++++ Input for this task

//! The tracking engine: sans-IO and deterministic.
//!
//! Records go in, in time order; track records come out. The engine never
//! reads a clock, opens a socket or spawns a task: time comes from the
//! records, so the offline and live paths give the same tracks.
//!
//! API (the daemon and the offline command drive it the same way):
//! - [`Engine::new`] from a validated [`Config`];
//! - [`Engine::handle`] for each record, in non-decreasing time order;
//! - [`Engine::advance`] when the feed is quiet: feed time has reached
//!   `now` and no record earlier than `now` will follow;
//! - [`Engine::next_due`]: the feed time at which `advance` next has work
//!   (the open batch's end, the next timeout check), for a live driver;
//! - [`Engine::finish`] at the end of a feed, to process what is held back;
//! - [`Engine::picture`]: the latest record of every live track.
//!
//! ## How a scan is processed
//! Plots of one radar are gathered into small batches: consecutive plots of
//! the same sensor within `tracking.batch_scan_fraction` of its scan
//! period (default 1/16: a sector of about 22°).
//! A batch closes when a record of another sensor or a later time arrives,
//! on the sensor's `scan_end`, or when [`Engine::advance`] passes its end.
//! Each batch is associated by global nearest neighbour: every plot is
//! gated against the tracks near it (a grid finds them), the pairs are
//! costed by their log-likelihood ratio against a miss and a new track,
//! and the independent clusters are solved exactly. Each plot updates its
//! track at the plot's own timestamp. A track takes at most one plot per
//! sensor per scan; a plot no track takes may start a tentative track,
//! unless it fell inside the gate of a firm track (a split plot or a
//! multipath echo of a vessel already held: common practice). By default
//! it needs a second plot to do so (`tracking.plots_to_start`,
//! initiate.rs): a lone plot is held for a scan and then forgotten.
//!
//! With `tracking.association = "jpda"` a batch is associated by joint
//! probabilistic data association instead (jpda_batch.rs: clusters,
//! JPDA* marginals, IMM-PDA updates); transponder reports are handled the
//! same way in both modes (identity.rs).
//!
//! Track timeouts are checked at every whole second of feed time, so the
//! result does not depend on when the daemon's clock ticks or calls
//! `advance`.
//!
//! Two overload limits bound a batch's work however heavy the clutter,
//! each drop counted ([`Engine::dropped`]): `tracking.max_plots_per_batch`
//! (later plots of a full batch are dropped) and
//! `tracking.max_new_tracks_per_batch` (tentative-track starts). GNN's
//! assignment problem is pruned exactly (bound.rs).

pub mod assign;
mod bound;
mod cells;
pub mod filter;
pub mod imm;
pub mod jpda;
mod identity;
mod initiate;
mod jpda_batch;
pub mod jpda_cluster;
pub mod pda;

pub use jpda_batch::JpdaCounters;
pub mod measure;
pub mod sensors;
pub mod snapshot;
pub mod track;

pub use initiate::Candidate;
pub use snapshot::{EngineState, StateError};

use crate::config::{Association, Config, MotionChoice};
use crate::feed::tracks::speed_course;
use crate::feed::{Detection, Record, Report, ScanEnd, SensorId, SensorKind, SensorTable, TrackRecord, TrackStatus};
use crate::geo::{Geodetic, LocalFrame, radii_of_curvature};
use crate::time::Timestamp;
use assign::SparseAssigner;
use filter::{Gaussian, Motion, StateCov, StateVec, innovation};
use imm::{Imm, Switching};
use nalgebra::{Matrix2, Vector2};
use sensors::SensorModel;
use std::collections::HashMap;
use std::sync::Arc;
use track::{Lifecycle, LookOutcome, Track};

#[derive(Debug, thiserror::Error)]
pub enum EngineError {
    #[error("`{key}`: {message}")]
    Setup { key: String, message: String },
}
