impl Disk for FsDisk {
    fn list(&mut self) -> io::Result<Vec<(String, u64)>> {
        let rd = match std::fs::read_dir(&self.dir) {
            Err(e) if e.kind() == io::ErrorKind::NotFound => return Ok(Vec::new()),
            r => r?,
        };
        let mut out = Vec::new();
        for e in rd {
            let e = e?;
            let Ok(name) = e.file_name().into_string() else { continue };
            let md = e.metadata()?;
            if md.is_file() {
                out.push((name, md.len()));
            }
        }
        Ok(out)
    }

    fn open(&mut self, name: &str) -> io::Result<Opened> {
        self.file = None;
        std::fs::create_dir_all(&self.dir)?;
        let path = self.dir.join(name);
        let existed = path.exists();
        // Read too: the last byte is looked at after a fault.
        let f = std::fs::OpenOptions::new().read(true).append(true).create(true).open(&path)?;
        if !existed {
            // A new file's name is durable only once its folder is synced.
            if let Ok(d) = File::open(&self.dir) {
                let _ = d.sync_all();
            }
        }
        let len = f.metadata()?.len();
        self.file = Some(f);
        Ok(Opened { existed, len })
    }

    fn ends_with_newline(&mut self) -> io::Result<bool> {
        let f = self.current()?;
        if f.metadata()?.len() == 0 {
            return Ok(true);
        }
        // In append mode every write goes to the end whatever the position.
        f.seek(SeekFrom::End(-1))?;
        let mut b = [0u8; 1];
        f.read_exact(&mut b)?;
        Ok(b[0] == b'\n')
    }

    fn write(&mut self, buf: &[u8]) -> Result<(), WriteFault> {
        let f = self.current().map_err(|error| WriteFault { written: 0, error })?;
        let mut written = 0;
        while written < buf.len() {
            match f.write(&buf[written..]) {
                Ok(0) => return Err(WriteFault { written, error: io::ErrorKind::WriteZero.into() }),
                Ok(n) => written += n,
                Err(e) if e.kind() == io::ErrorKind::Interrupted => {}
                Err(error) => return Err(WriteFault { written, error }),
            }
        }
        Ok(())
    }

    fn sync(&mut self) -> io::Result<()> {
        // sync_data: the data and the length needed to read it back.
        self.current()?.sync_data()
    }

    fn close(&mut self) -> io::Result<()> {
        match self.file.take() {
            Some(f) => f.sync_data(),
            None => Ok(()),
        }
    }

    fn remove(&mut self, name: &str) -> io::Result<()> {
        std::fs::remove_file(self.dir.join(name))
    }
}

/// The recording's figures, part of the daemon's [`Metrics`].
#[derive(Debug, Default)]
pub struct RecordStats {
    /// Recording is configured.
    pub enabled: bool,
    pub dir: String,
    /// Records written to a recording file.
    pub recorded: AtomicU64,
    /// Not recorded: the writer's queue was full.
    pub queue_full: AtomicU64,
    /// Not recorded: a file could not be opened or written.
    pub write_error: AtomicU64,
    /// Bytes written to recording files.
    pub bytes_written: AtomicU64,
    /// Recording files in the folder, and their bytes (as of the last
    /// retention pass, plus what was written since).
    pub files: AtomicU64,
    pub disk_bytes: AtomicU64,
    pub files_deleted: AtomicU64,
    /// While writes fail: why.
    failing: Mutex<Option<String>>,
}

impl RecordStats {
    pub fn new(cfg: Option<&RecordConfig>) -> RecordStats {
        RecordStats { enabled: cfg.is_some(), dir: cfg.map(|c| c.dir.clone()).unwrap_or_default(), ..RecordStats::default() }
    }

    /// Why the recording is failing, if it is.
    pub fn failing(&self) -> Option<String> {
        self.failing.lock().ok().and_then(|f| f.clone())
    }

    fn set_failing(&self, why: Option<String>) {
        if let Ok(mut f) = self.failing.lock() {
            *f = why;
        }
    }

    /// The `/healthz` reason while writes fail.
    pub fn degraded_reason(&self) -> Option<String> {
        self.failing().map(|why| format!("recording to {} failing: {why}", self.dir))
    }

    /// Records not recorded, all reasons.
    pub fn not_recorded(&self) -> u64 {
        self.queue_full.load(Relaxed) + self.write_error.load(Relaxed)
    }

    /// The recording's series in the Prometheus text format (nothing when
    /// recording is off).
    pub fn render(&self, o: &mut String) {
        if !self.enabled {
            return;
        }
        let _ = writeln!(o, "# HELP skerry_recorded_total Records written to the recording.\n# TYPE skerry_recorded_total counter\nskerry_recorded_total {}", self.recorded.load(Relaxed));
        let _ = writeln!(o, "# HELP skerry_not_recorded_total Accepted records left out of the recording, by reason.\n# TYPE skerry_not_recorded_total counter");
        let _ = writeln!(o, "skerry_not_recorded_total{{reason=\"queue_full\"}} {}", self.queue_full.load(Relaxed));
        let _ = writeln!(o, "skerry_not_recorded_total{{reason=\"write_error\"}} {}", self.write_error.load(Relaxed));
        let _ = writeln!(o, "# HELP skerry_record_bytes_total Bytes written to recording files.\n# TYPE skerry_record_bytes_total counter\nskerry_record_bytes_total {}", self.bytes_written.load(Relaxed));
        let _ = writeln!(o, "# HELP skerry_record_files Recording files in the folder.\n# TYPE skerry_record_files gauge\nskerry_record_files {}", self.files.load(Relaxed));
        let _ = writeln!(o, "# HELP skerry_record_disk_bytes Bytes of the recording files in the folder.\n# TYPE skerry_record_disk_bytes gauge\nskerry_record_disk_bytes {}", self.disk_bytes.load(Relaxed));
        let _ = writeln!(o, "# HELP skerry_record_files_deleted_total Recording files deleted by retention.\n# TYPE skerry_record_files_deleted_total counter\nskerry_record_files_deleted_total {}", self.files_deleted.load(Relaxed));
        let _ = writeln!(o, "# HELP skerry_record_failing 1 while recording writes fail.\n# TYPE skerry_record_failing gauge\nskerry_record_failing {}", u8::from(self.failing().is_some()));
    }
}

/// The records waiting for the writer.
struct Queue {
    state: Mutex<Waiting>,
    /// Signalled when the first record goes into an empty queue, and at
    /// stop.
    ready: Condvar,
    /// Signalled each time the writer settles a batch.
    settled: Condvar,
    cap: usize,
}

struct Waiting {
    items: Vec<Entry>,
    stop: bool,
    /// Records offered so far, queued or refused.
    offered: u64,
    /// Of those, the ones settled: written to the file (handed to the
    /// operating system), refused, or given up after a write error. In
    /// offer order, as the writer takes them.
    settled: u64,
}

impl Queue {
    fn lock(&self) -> MutexGuard<'_, Waiting> {
        // A writer that panicked holding the lock leaves the vector sound.
        self.state.lock().unwrap_or_else(PoisonError::into_inner)
    }
}

/// The ingest side: offers accepted records to the writer.
#[derive(Clone)]
pub struct Recorder {
    queue: Arc<Queue>,
    metrics: Arc<Metrics>,
}

impl Recorder {
    /// Queues `rec` for the recording, or counts it as not recorded when
    /// `record.queue` records are already waiting. Never waits beyond a
    /// lock held only for a push or a swap.
    pub fn offer(&self, rec: Record, received: Timestamp) {
        let mut q = self.queue.lock();
        q.offered += 1;
        if q.items.len() >= self.queue.cap {
            q.settled += 1;
            drop(q);
            self.metrics.record.queue_full.fetch_add(1, Relaxed);
            return;
        }
        let was_empty = q.items.is_empty();
        q.items.push(Entry { rec, received });
        drop(q);
        if was_empty {
            self.queue.ready.notify_one();
        }
    }

    /// The number of records offered so far: a mark for
    /// [`Recorder::wait_settled`].
    pub fn mark(&self) -> u64 {
        self.queue.lock().offered
    }

    /// Waits until the writer has settled the first `mark` records offered
    /// (written them to the file, or counted them as not recorded), at
    /// most `limit`. Returns whether it has. Blocking: call it off the
    /// async workers.
    pub fn wait_settled(&self, mark: u64, limit: Duration) -> bool {
        let deadline = std::time::Instant::now() + limit;
        let mut q = self.queue.lock();
        while q.settled < mark {
            let left = deadline.saturating_duration_since(std::time::Instant::now());
            if left.is_zero() {
                return false;
            }
            q = self.queue.settled.wait_timeout(q, left).unwrap_or_else(PoisonError::into_inner).0;
        }
        true
    }
}

/// Stops the writer thread.
pub struct RecordHandle {
    queue: Arc<Queue>,
    thread: Option<std::thread::JoinHandle<()>>,
}

impl RecordHandle {
    /// Call once ingest has stopped: the writer writes what is queued,
    /// syncs and closes its file, and ends.
    pub async fn finish(mut self) {
        self.queue.lock().stop = true;
        self.queue.ready.notify_one();
        if let Some(t) = self.thread.take() {
            let _ = tokio::task::spawn_blocking(move || t.join()).await;
        }
    }
}

/// The writer's settings.
#[derive(Clone, Debug)]
pub struct WriterSettings {
    pub fsync_interval_s: f64,
    pub keep_hours: f64,
    pub max_bytes: Option<u64>,
    /// Errors are logged at most once per this many seconds.
    pub log_interval_s: f64,
}

impl WriterSettings {
    pub fn new(r: &RecordConfig, log_interval_s: f64) -> WriterSettings {
        WriterSettings { fsync_interval_s: r.fsync_interval_s, keep_hours: r.keep_hours, max_bytes: r.max_bytes, log_interval_s }
    }
}

struct OpenFile {
    name: String,
    hour: i64,
}

/// The writer's logic, driven by the writer thread with the time passed
/// in (tests drive it directly with times of their own).
pub struct Writer {
    disk: Box<dyn Disk>,
    lines: LineWriter,
    set: WriterSettings,
    metrics: Arc<Metrics>,
    open: Option<OpenFile>,
    /// Hour of the newest file opened: no record goes to an older one.
    newest: Option<i64>,
    /// The open file may end inside a line (after a fault, or as found).
    check_end: bool,
    /// Written since the last fsync.
    unsynced: bool,
    last_sync: Timestamp,
    failing: bool,
    log: LogLimiter,
    /// The batch being written, and where each of its lines ends.
    buf: Vec<u8>,
    ends: Vec<usize>,
}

++++++++

**Try it**
Using the entries above, give back exactly the line containing "the vector sound.", the line containing "Waits until the", and every line between them, and nothing else.

**Solution**
        // A writer that panicked holding the lock leaves the vector sound.
        self.state.lock().unwrap_or_else(PoisonError::into_inner)
    }
}

/// The ingest side: offers accepted records to the writer.
#[derive(Clone)]
pub struct Recorder {
    queue: Arc<Queue>,
    metrics: Arc<Metrics>,
}

impl Recorder {
    /// Queues `rec` for the recording, or counts it as not recorded when
    /// `record.queue` records are already waiting. Never waits beyond a
    /// lock held only for a push or a swap.
    pub fn offer(&self, rec: Record, received: Timestamp) {
        let mut q = self.queue.lock();
        q.offered += 1;
        if q.items.len() >= self.queue.cap {
            q.settled += 1;
            drop(q);
            self.metrics.record.queue_full.fetch_add(1, Relaxed);
            return;
        }
        let was_empty = q.items.is_empty();
        q.items.push(Entry { rec, received });
        drop(q);
        if was_empty {
            self.queue.ready.notify_one();
        }
    }

    /// The number of records offered so far: a mark for
    /// [`Recorder::wait_settled`].
    pub fn mark(&self) -> u64 {
        self.queue.lock().offered
    }

    /// Waits until the writer has settled the first `mark` records offered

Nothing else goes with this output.